Get the code View the demo

Summary

Have you ever tried to identify personal data from unstructured text? If you have, then you know it can be a daunting task. IBM Watson Natural Language Understanding together with Watson Knowledge Studio provides an effective way of identifying necessary information from unstructured documents. The result can be augmented with regular expressions, and personal data identified is provided a score based on which further processing or consuming can be done.

Description

In this developer pattern, we show you how to build a custom model using Watson Knowledge Studio and use it to identify personal data from unstructured documents. The pattern also augments the results with regex parsers.

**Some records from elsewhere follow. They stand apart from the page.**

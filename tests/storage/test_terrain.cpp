// The terrain in the project file (storage/terrain.h) and DEMs read through
// GDAL (formats/raster.h).
//
// Outside sources named beside the checks:
//  - the ESRI ASCII grid format as GDAL's AAIGrid driver documents it (ncols,
//    nrows, xllcorner, yllcorner, cellsize, NODATA_value; rows from the north;
//    the CRS only from a .prj beside it): the test rasters are written as that text,
//    so their values come from the text, not from Cairn;
//  - GDAL Data Model, "Affine GeoTransform" ("pixel is area": a value belongs to
//    its cell's centre);
//  - RFC 1950/1951 (zlib): a compressed tile must give back every byte;
//  - SQLite documentation, "PRAGMA writable_schema" and "ALTER TABLE" section 7:
//    a widened CHECK constraint accepts the new value and still refuses others;
//  - a bilinear surface reproduces a plane exactly (Press et al., "Numerical
//    Recipes", 3rd ed., section 3.6.1).
#include <gtest/gtest.h>

#include <cmath>
#include <limits>

#include "formats/limits.h"
#include "formats/raster.h"
#include "geomath/geodesy.h"
#include "app/core/export.h"
#include "formats/layers.h"
#include "storage/merge.h"
#include "storage/repository.h"
#include "storage/schema.h"
#include "storage/terrain.h"
#include "storage_test_util.h"

using namespace cairn::store;
using cairn::store::testing::TempDir;
using cairn::store::testing::write_file;

namespace {

// Zone 8N: the point lies near E 466234, N 6783779 (checked against pyproj in
// tests/reference/test_terrain_gdal.py; here only our own round trip matters).
constexpr double kLat = 61.187, kLon = -135.628;

struct Fixture {
  TempDir dir;
  std::string path = dir.file("ground.cairn");
  Project p = Project::create(path, NewProject{"Ground", "8N", North::True, 0}, cairn::store::testing::quiet());
  std::string contact, point, station;
  cairn::geo::UtmPoint u;

  Fixture() {
    Unit a;
    a.code = "Ls";
    a.name = "lower slate";
    a.age_rank = 1;
    Unit b;
    b.code = "Uq";
    b.name = "upper quartzite";
    b.age_rank = 2;
    Contact c;
    c.name = "slate-quartzite";
    c.lower_unit = add(p, a);
    c.upper_unit = add(p, b);
    contact = add(p, c);
    ContactPoint pt;
    pt.contact = contact;
    pt.lat = kLat;
    pt.lon = kLon;
    point = add(p, pt);  // no elevation
    Station s;
    s.code = "S1";
    s.lat = kLat + 0.001;
    s.lon = kLon + 0.001;
    station = add(p, s);
    u = *cairn::geo::to_utm({kLat, kLon}, cairn::geo::UtmZone{8, true});
  }

  // An ESRI ASCII grid of a plane z = 700 + 0.1 dE + 0.05 dN about the point,
  // cellsize 10, 200 x 150 cells; with a .prj of UTM 8N when `prj`.
  std::string plane_grid(bool prj, int nx = 200, int ny = 150) {
    const double x0 = std::floor(u.easting - 1000), y0 = std::floor(u.northing - 700);
    std::string text = "ncols " + std::to_string(nx) + "\nnrows " + std::to_string(ny) + "\nxllcorner " +
                       std::to_string(x0) + "\nyllcorner " + std::to_string(y0) + "\ncellsize 10\nNODATA_value -9999\n";
    for (int j = 0; j < ny; ++j) {
      const double n = y0 + (ny - j - 0.5) * 10;  // rows from the north, value at the cell centre
      for (int i = 0; i < nx; ++i) {
        const double e = x0 + (i + 0.5) * 10;
        text += std::to_string(700 + 0.1 * (e - x0) + 0.05 * (n - y0)) + (i + 1 < nx ? " " : "\n");
      }
    }
    const std::string asc = dir.file(prj ? "plane.asc" : "bare.asc");
    write_file(asc, text);
    if (prj) write_file(dir.file("plane.prj"), cairn::formats::utm_wkt(cairn::geo::UtmZone{8, true}));
    x0_ = x0;
    y0_ = y0;
    return asc;
  }
  double plane_at(double e, double n) const { return 700 + 0.1 * (e - x0_) + 0.05 * (n - y0_); }
  double x0_ = 0, y0_ = 0;
};

}  // namespace

TEST(Terrain, MigrationAddsTablesAndDemStations) {
  Fixture f;
  EXPECT_EQ(f.p.schema_version(), kSchemaVersion);
  EXPECT_EQ(f.p.db().query_int("SELECT count(*) FROM sqlite_schema WHERE name IN ('terrain','terrain_tiles')"), 2);
  // SQLite "ALTER TABLE" section 7: the widened CHECK takes 'dem' and still refuses others.
  auto st = *get_station(f.p, f.station);
  st.source = PositionSource::Dem;
  st.elevation = 800;
  EXPECT_TRUE(update(f.p, st));
  EXPECT_THROW(f.p.db().exec("UPDATE stations SET source = 'guess'"), SqlError);
  EXPECT_TRUE(f.p.integrity_check().empty());
}

TEST(Terrain, GridWithoutCrsIsRefused) {
  Fixture f;
  const auto r = cairn::formats::read_dem(f.plane_grid(false), {32608, std::nullopt});
  ASSERT_FALSE(r.ok());
  EXPECT_NE(r.error().find("no coordinate reference system"), std::string::npos) << r.error();
  EXPECT_NE(r.error().find("bare.asc"), std::string::npos);
}

TEST(Terrain, UnreadableAndTooLargeAreRefused) {
  Fixture f;
  write_file(f.dir.file("junk.tif"), "not a raster at all");
  EXPECT_FALSE(cairn::formats::read_dem(f.dir.file("junk.tif"), {32608, std::nullopt}).ok());
  cairn::formats::DemRequest req{32608, std::nullopt};
  req.max_cells = 1000;  // the grid has 30 000 cells
  const auto r = cairn::formats::read_dem(f.plane_grid(true), req);
  ASSERT_FALSE(r.ok());
  EXPECT_NE(r.error().find("limit"), std::string::npos) << r.error();
}

TEST(Terrain, AsciiGridReadAsWrittenAndClipped) {
  Fixture f;
  const std::string asc = f.plane_grid(true);
  const auto all = cairn::formats::read_dem(asc, {32608, std::nullopt});
  ASSERT_TRUE(all.ok()) << all.error();
  EXPECT_FALSE(all->reprojected);
  EXPECT_EQ(all->grid.nx, 200);
  EXPECT_EQ(all->grid.ny, 150);
  EXPECT_DOUBLE_EQ(all->grid.cell, 10);
  EXPECT_DOUBLE_EQ(all->grid.west, f.x0_);
  EXPECT_DOUBLE_EQ(all->grid.north, f.y0_ + 1500);
  // Cell (3, 2): the text's value at that cell's centre.
  EXPECT_NEAR(all->grid.at(3, 2), f.plane_at(f.x0_ + 35, f.y0_ + 1500 - 25), 1e-3);
  // Clipped to an area: whole cells covering it, nothing more.
  cairn::formats::DemArea a{f.x0_ + 101, f.y0_ + 202, f.x0_ + 299, f.y0_ + 395};
  const auto part = cairn::formats::read_dem(asc, {32608, a});
  ASSERT_TRUE(part.ok()) << part.error();
  EXPECT_DOUBLE_EQ(part->grid.west, f.x0_ + 100);
  EXPECT_DOUBLE_EQ(part->grid.east(), f.x0_ + 300);
  EXPECT_DOUBLE_EQ(part->grid.south(), f.y0_ + 200);
  EXPECT_DOUBLE_EQ(part->grid.north, f.y0_ + 400);
}

// A grid cut short (its header promises 150 rows, the file holds 5: an ESRI
// ASCII grid as GDAL's AAIGrid driver documents it) is refused, naming the
// first missing row, also when the area asked for lies far below it (the read
// that once ran for minutes, tests/fuzz/regressions/raster).
TEST(Terrain, AsciiGridCutShortIsRefusedNamingTheRow) {
  Fixture f;
  const std::string asc = f.plane_grid(true);
  std::string text = cairn::formats::read_file_limited(asc).value();
  size_t at = 0;
  for (int line = 0; line < 6 + 5; ++line) at = text.find('\n', at) + 1;  // header (6 lines) and 5 rows
  text.resize(at);
  write_file(asc, text);
  cairn::formats::DemArea a{f.x0_ + 101, f.y0_ + 202, f.x0_ + 299, f.y0_ + 395};
  const auto part = cairn::formats::read_dem(asc, {32608, a});
  ASSERT_FALSE(part.ok());
  EXPECT_NE(part.error().find("plane.asc"), std::string::npos) << part.error();
  EXPECT_NE(part.error().find("row 6"), std::string::npos) << part.error();
}

TEST(Terrain, StoredTilesComeBackExactly) {
  Fixture f;
  cairn::geo::TerrainGrid g;
  g.nx = 300;  // two tiles across, the second partial
  g.ny = 270;
  g.west = 466000;
  g.north = 6784000;
  g.cell = 2.5;
  for (int k = 0; k < g.nx * g.ny; ++k) g.z.push_back(static_cast<float>(600 + (k % 977) * 0.125));
  g.z[12345] = std::numeric_limits<float>::quiet_NaN();
  store_terrain(f.p, g, 32608, "synthetic", 1.5);
  const auto back = load_terrain(f.p);
  ASSERT_TRUE(back);
  ASSERT_EQ(back->z.size(), g.z.size());
  for (std::size_t k = 0; k < g.z.size(); ++k) {
    if (k == 12345)
      EXPECT_TRUE(std::isnan(back->z[k]));
    else
      ASSERT_EQ(back->z[k], g.z[k]) << k;
  }
  const auto info = terrain_info(f.p);
  ASSERT_TRUE(info);
  EXPECT_EQ(info->digest, terrain_digest(g, 32608));
  EXPECT_EQ(*info->vertical_accuracy, 1.5);
  EXPECT_EQ(f.p.db().query_int("SELECT count(*) FROM terrain_tiles"), 4);
  // A damaged tile is named, not silently read.
  f.p.db().exec("UPDATE terrain_tiles SET data = x'00112233' WHERE row = 1 AND col = 1");
  EXPECT_THROW(load_terrain(f.p), std::runtime_error);
}

TEST(Terrain, AttachingFillsMissingElevationsAudited) {
  Fixture f;
  const auto r = cairn::formats::read_dem(f.plane_grid(true), {32608, std::nullopt});
  ASSERT_TRUE(r.ok()) << r.error();
  const auto stored = store_terrain(f.p, r->grid, 32608, "plane.asc", 2.0);
  EXPECT_EQ(stored.filled_points, 1);
  EXPECT_EQ(stored.filled_stations, 1);
  const auto pt = *get_point(f.p, f.point);
  ASSERT_TRUE(pt.elevation);
  // Bilinear on a plane is the plane (Numerical Recipes 3.6.1).
  EXPECT_NEAR(*pt.elevation, f.plane_at(f.u.easting, f.u.northing), 1e-3);
  EXPECT_EQ(pt.source, PointSource::Dem);
  EXPECT_EQ(*pt.v_accuracy, 2.0);
  const auto st = *get_station(f.p, f.station);
  EXPECT_EQ(st.source, PositionSource::Dem);
  EXPECT_TRUE(st.elevation);
  // Audited: the update is in the point's trail and undoing it brings back "no elevation".
  const auto trail = audit_trail(f.p, f.point);
  ASSERT_EQ(trail.back().action, "update");
  undo(f.p, trail.back());
  EXPECT_FALSE(get_point(f.p, f.point)->elevation);
  // The terrain's own insert is audited too.
  EXPECT_EQ(audit_trail(f.p, stored.uuid).front().action, "insert");
}

TEST(Terrain, SnapReplacesReceiverElevationsAndUndoes) {
  Fixture f;
  auto pt = *get_point(f.p, f.point);
  pt.elevation = 650;
  pt.v_accuracy = 8;
  update(f.p, pt);
  EXPECT_THROW(snap_to_terrain(f.p, f.contact), ValidationError);  // no terrain yet
  const auto r = cairn::formats::read_dem(f.plane_grid(true), {32608, std::nullopt});
  ASSERT_TRUE(r.ok());
  store_terrain(f.p, r->grid, 32608, "plane.asc", 1.0);
  EXPECT_EQ(get_point(f.p, f.point)->elevation, 650);  // attaching fills only missing ones
  EXPECT_EQ(snap_to_terrain(f.p, f.contact), 1);
  EXPECT_NEAR(*get_point(f.p, f.point)->elevation, f.plane_at(f.u.easting, f.u.northing), 1e-3);
  undo(f.p, audit_trail(f.p, f.point).back());
  EXPECT_EQ(get_point(f.p, f.point)->elevation, 650);
  EXPECT_EQ(get_point(f.p, f.point)->source, PointSource::Gps);
}

TEST(Terrain, RemoveDropsItAudited) {
  Fixture f;
  const auto r = cairn::formats::read_dem(f.plane_grid(true), {32608, std::nullopt});
  ASSERT_TRUE(r.ok());
  const auto stored = store_terrain(f.p, r->grid, 32608, "plane.asc", std::nullopt);
  EXPECT_TRUE(remove_terrain(f.p));
  EXPECT_FALSE(terrain_info(f.p));
  EXPECT_FALSE(load_terrain(f.p));
  EXPECT_FALSE(remove_terrain(f.p));
  EXPECT_EQ(f.p.db().query_int("SELECT count(*) FROM terrain_tiles"), 0);
  EXPECT_EQ(audit_trail(f.p, stored.uuid).back().action, "delete");
  // A bad accuracy is refused and nothing is written.
  EXPECT_THROW(store_terrain(f.p, r->grid, 32608, "plane.asc", -1.0), ValidationError);
  EXPECT_FALSE(terrain_info(f.p));
}

TEST(Terrain, MergeCarriesAddsSkipsAndReportsADifferentOne) {
  // Merge rules of storage/merge.h: a record the target lacks is added, the same
  // version skipped, two different ones a conflict that replaces nothing.
  Fixture a;
  const auto r = cairn::formats::read_dem(a.plane_grid(true), {32608, std::nullopt});
  ASSERT_TRUE(r.ok());
  store_terrain(a.p, r->grid, 32608, "plane.asc", 1.0);
  TempDir dir;
  const std::string camp_path = dir.file("camp.cairn");
  {
    Project camp = Project::create(camp_path, NewProject{"Camp", "8N", North::True, 0}, cairn::store::testing::quiet());
    auto rep = merge_files(camp, {a.path});
    ASSERT_TRUE(terrain_info(camp));
    EXPECT_EQ(terrain_info(camp)->digest, terrain_info(a.p)->digest);
    EXPECT_EQ(load_terrain(camp)->z, load_terrain(a.p)->z);
    rep = merge_files(camp, {a.path});  // again: identical, skipped, nothing changes
    EXPECT_FALSE(rep.changed);
    // A different terrain elsewhere: reported, the camp keeps its own.
    Fixture b;
    auto g = r->grid;
    g.z[0] += 1;
    store_terrain(b.p, g, 32608, "other.asc", 1.0);
    const std::string before = terrain_info(camp)->digest;
    rep = merge_files(camp, {b.path});
    EXPECT_EQ(terrain_info(camp)->digest, before);
    bool reported = false;
    for (const auto& w : rep.warnings) reported = reported || w.find("differs from this file's") != std::string::npos;
    EXPECT_TRUE(reported);
    EXPECT_GE(rep.sources[0].counts.conflicts, 1);
  }
}

TEST(Terrain, RecordedAfterAttachingTakesTheTerrainsElevation) {
  // A point recorded later without an elevation: bilinear on the plane (Numerical
  // Recipes 3.6.1) from the tiles around it, source dem, in its insert audit row.
  Fixture f;
  const auto r = cairn::formats::read_dem(f.plane_grid(true), {32608, std::nullopt});
  ASSERT_TRUE(r.ok());
  store_terrain(f.p, r->grid, 32608, "plane.asc", 0.8);
  ContactPoint pt;
  pt.contact = f.contact;
  pt.lat = kLat + 0.002;
  pt.lon = kLon - 0.003;
  const std::string id = add(f.p, pt);
  const auto got = *get_point(f.p, id);
  const auto u = *cairn::geo::to_utm({pt.lat, pt.lon}, cairn::geo::UtmZone{8, true});
  ASSERT_TRUE(got.elevation);
  EXPECT_NEAR(*got.elevation, f.plane_at(u.easting, u.northing), 1e-3);
  EXPECT_EQ(got.source, PointSource::Dem);
  EXPECT_EQ(*got.v_accuracy, 0.8);
  EXPECT_NE(audit_trail(f.p, id).front().new_values.find("\"dem\""), std::string::npos);
  // One with its own elevation keeps it; one off the terrain stays without.
  ContactPoint own = pt;
  own.meta = {};
  own.elevation = 512;
  EXPECT_EQ(get_point(f.p, add(f.p, own))->elevation, 512);
  ContactPoint far = pt;
  far.meta = {};
  far.elevation.reset();
  far.lat = kLat + 1;
  EXPECT_FALSE(get_point(f.p, add(f.p, far))->elevation);
}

When you have completed this pattern, you will understand how to:

  • Build a custom model using Watson Knowledge Studio and have Natural Language Understanding (NLU) use that model to identify personal data.
  • Use regular expressions to augment NLU for metadata identification.
  • Configure what personal data needs to be identified and assign weight for personal data to assign a score.
  • View the score and personal data identified in a tree structure for better visualization.
  • Consume the output by other applications.

Instructions

Find the detailed steps for this pattern in the readme file. The steps will show you how to:

  1. Install the prerequisites.
  2. Learn the concepts used.
  3. Deploy the application.
  4. Develop the Watson Knowledge Studio model.
  5. Deploy the model to Watson Natural Language Understanding.
  6. Verify that configuration parameters are correct.
  7. Analyze the results.
  8. Consume the output from other applications.

Flow

flow

  1. The viewer passes input text to the personal data extractor.
  2. The personal data extractor passes text to NLU.
  3. Personal data is extracted from input text. NLU uses custom model to provide the response.
  4. Personal data extractor passes NLU output to regex component.
  5. The regex component uses the regular expressions provided in the configuration to extract personal data, which is then augmented to the NLU output.
  6. The augmented personal data is passed to the scorer component.
  7. The scorer component uses the configuration to come up with a overall document score; result is passed back to the personal data extractor component.
  8. This data is then passed to the viewer component.